Temel olarak sinir ağları, verilerdeki kalıpları bulmak için girdiler ve çıktılar arasındaki karmaşık ilişkileri modellemek için kullanılan doğrusal olmayan istatistiksel veri modelleridir. Açıkça, menkul kıymetler fiyat hareketlerindeki herhangi bir model kâr için kullanılabilir.
Yüksek Frekans Ticareti
Yüksek frekanslı ticaret (HFT), bilgisayarların işlemleri hızlı bir şekilde yürütme yeteneğinden yararlanmayı amaçlayan oldukça yeni bir gelişmedir. Ticaret sektöründe harcamalar yıllar içinde önemli ölçüde büyüdü ve bunun sonucunda saniyede binlerce işlem yapabilen birçok program var. Artık çoğu istatistik arbitraj fırsatı rekabet nedeniyle sınırlı olduğundan, hızlı bir şekilde işlem yapma yeteneği karı ölçeklemenin tek yoludur. Giderek karmaşıklaşan sinir ağları ve istatistiksel modeller, sayıları kırabilecek ve ticareti daha hızlı gerçekleştirebilecek bilgisayarlar ile birleştiğinde, hakemler için gelecekteki karların anahtarıdır.
İstatistiksel Arbitraj Piyasaları Nasıl Etkiler
İstatistiksel arbitraj, piyasalardaki günlük likiditenin çoğunun sağlanmasında hayati bir rol oynamaktadır. Büyük blok yatırımcılarının işlemlerini piyasa fiyatlarını önemli ölçüde etkilemeden yapmasını sağlarken, Amerikan mevduat makbuzları (ADR) gibi konularda oynaklıkları ana hisse senetleriyle daha yakından ilişkilendirerek azaltmaktadır.

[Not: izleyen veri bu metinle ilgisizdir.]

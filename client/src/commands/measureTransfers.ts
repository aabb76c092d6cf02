/**
 * `Offload Ledger: Measure Transfers With Separate Memory`: runs the bundled CLI's `verify` on the
 * active C or C++ file. It builds the program with clang for OpenMP offloading to the host as a
 * separate device, runs it with the runtime's mapping log, and prints the bytes each construct
 * moved beside the ledger's, and whether the results differ from a shared-memory run. Building
 * and running the user's program is code execution, so it is refused in untrusted workspaces.
 */
import { execFile } from 'node:child_process';
import { dirname } from 'node:path';
import * as vscode from 'vscode';

export async function measureTransfers(context: vscode.ExtensionContext, output: vscode.OutputChannel): Promise<void> {
  if (!vscode.workspace.isTrusted) {
    void vscode.window.showWarningMessage('Offload Ledger: measuring transfers builds and runs your program, so it needs a trusted workspace.');
    return;
  }
  const doc = vscode.window.activeTextEditor?.document;
  if (!doc || doc.uri.scheme !== 'file' || !['c', 'cpp'].includes(doc.languageId)) {
    void vscode.window.showWarningMessage('Offload Ledger: open the C or C++ file with the program\'s main first (Fortran cannot be built with clang here).');
    return;
  }
  if (doc.isDirty) await doc.save();
  const config = vscode.workspace.getConfiguration('offloadLedger', doc.uri);
  const flags = config.get<string>('preprocessorFlags', '');
  const runArgs = config.get<string>('verify.runArguments', '');
  const compiler = config.get<string>('verify.compiler', '');
  const bindings = Object.entries(config.get<Record<string, unknown>>('sizeBindings', {}) ?? {})
    .filter(([, v]) => typeof v === 'number' && Number.isInteger(v)).flatMap(([k, v]) => ['--bind', `${k}=${v}`]);
  const cli = context.asAbsolutePath('server/dist/cli.js');
  const args = [cli, 'verify', doc.uri.fsPath, ...splitFlags(flags), ...bindings, ...(runArgs ? ['--run', runArgs] : []), ...(compiler ? ['--compiler', compiler] : [])];
  output.appendLine(`measure transfers: ${process.execPath} ${args.join(' ')}`);
  const result = await vscode.window.withProgress(
    { location: vscode.ProgressLocation.Notification, title: 'Offload Ledger: building and running with separate memories', cancellable: true },
    (_progress, token) =>
      new Promise<{ code: number; stdout: string; stderr: string }>((resolve) => {
        const child = execFile(process.execPath, args, { cwd: dirname(doc.uri.fsPath), env: { ...process.env, ELECTRON_RUN_AS_NODE: '1' }, maxBuffer: 64 * 1024 * 1024 }, (error, stdout, stderr) => {
          output.append(stdout);
          output.append(stderr);
          resolve({ code: error ? (typeof error.code === 'number' ? error.code : 1) : 0, stdout, stderr });
        });
        token.onCancellationRequested(() => child.kill());
      }),
  );
  output.show(true);
  if (result.code === 2) {
    const last = result.stderr.trim().split('\n')[0] ?? 'no message';
    void vscode.window.showErrorMessage(`Offload Ledger: the measurement could not run (${last.replace(/^offload-ledger: /, '')}).`);
  } else if (result.code === 1) {
    void vscode.window.showWarningMessage('Offload Ledger: the measured run differs from the ledger or between separate and shared memory; see the output.');
  } else {
    void vscode.window.showInformationMessage('Offload Ledger: every construct moved the bytes the ledger predicts, and both memory models give the same results.');
  }
}

/** `-DNX=64 -I include`: the preprocessor flags setting, split at blanks (quotes kept together). */
function splitFlags(s: string): string[] {
  return (s.match(/"[^"]*"|'[^']*'|\S+/g) ?? []).map((t) => t.replace(/^["']|["']$/g, ''));
}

Bununla birlikte, istatistiksel arbitraj da bazı büyük sorunlara neden olmuştur. Uzun Vadeli Sermaye Yönetimi'nin (LTCM) 1998'de çöküşü piyasayı harabeye terk etti. Bu küçük fiyat sapmalarından kar elde etmek için önemli bir kaldıraç almak gerekir. Ayrıca, bu işlemler otomatik olduğundan, yerleşik güvenlik önlemleri vardır. LTCM'nin durumunda bu, aşağı doğru bir hareketle tasfiye edileceği anlamına geliyordu; sorun şu ki, LTCM'nin tasfiye emirleri sadece korkunç bir döngüde daha sonradan devlet müdahalesiyle sona erecek daha fazla satış emri tetiklemişti. Unutmayın, çoğu borsa çöküşü likidite ve kaldıraç sorunlarından kaynaklanmaktadır - istatistiksel arbitrajların faaliyet gösterdiği alan.
Alt çizgi
İstatistiksel arbitraj, 1990'lardan beri popülaritesinde biraz azalmasına rağmen, şimdiye kadar geliştirilen en etkili ticaret stratejilerinden biridir. Bugün, çoğu istatistiksel arbitraj, sinir ağları ve istatistiksel modellerin bir kombinasyonu kullanılarak yüksek frekanslı ticaret yoluyla yürütülmektedir. Bu stratejiler sadece likidite sağlamakla kalmaz, aynı zamanda geçmişte LTCM gibi firmalarda gördüğümüz büyük kazalardan da büyük ölçüde sorumludur. Likidite ve kaldıraç sorunları birleştirildiği sürece, bu stratejiyi ortak yatırımcı için bile fark edilmeye değer hale getirmeye devam edecektir.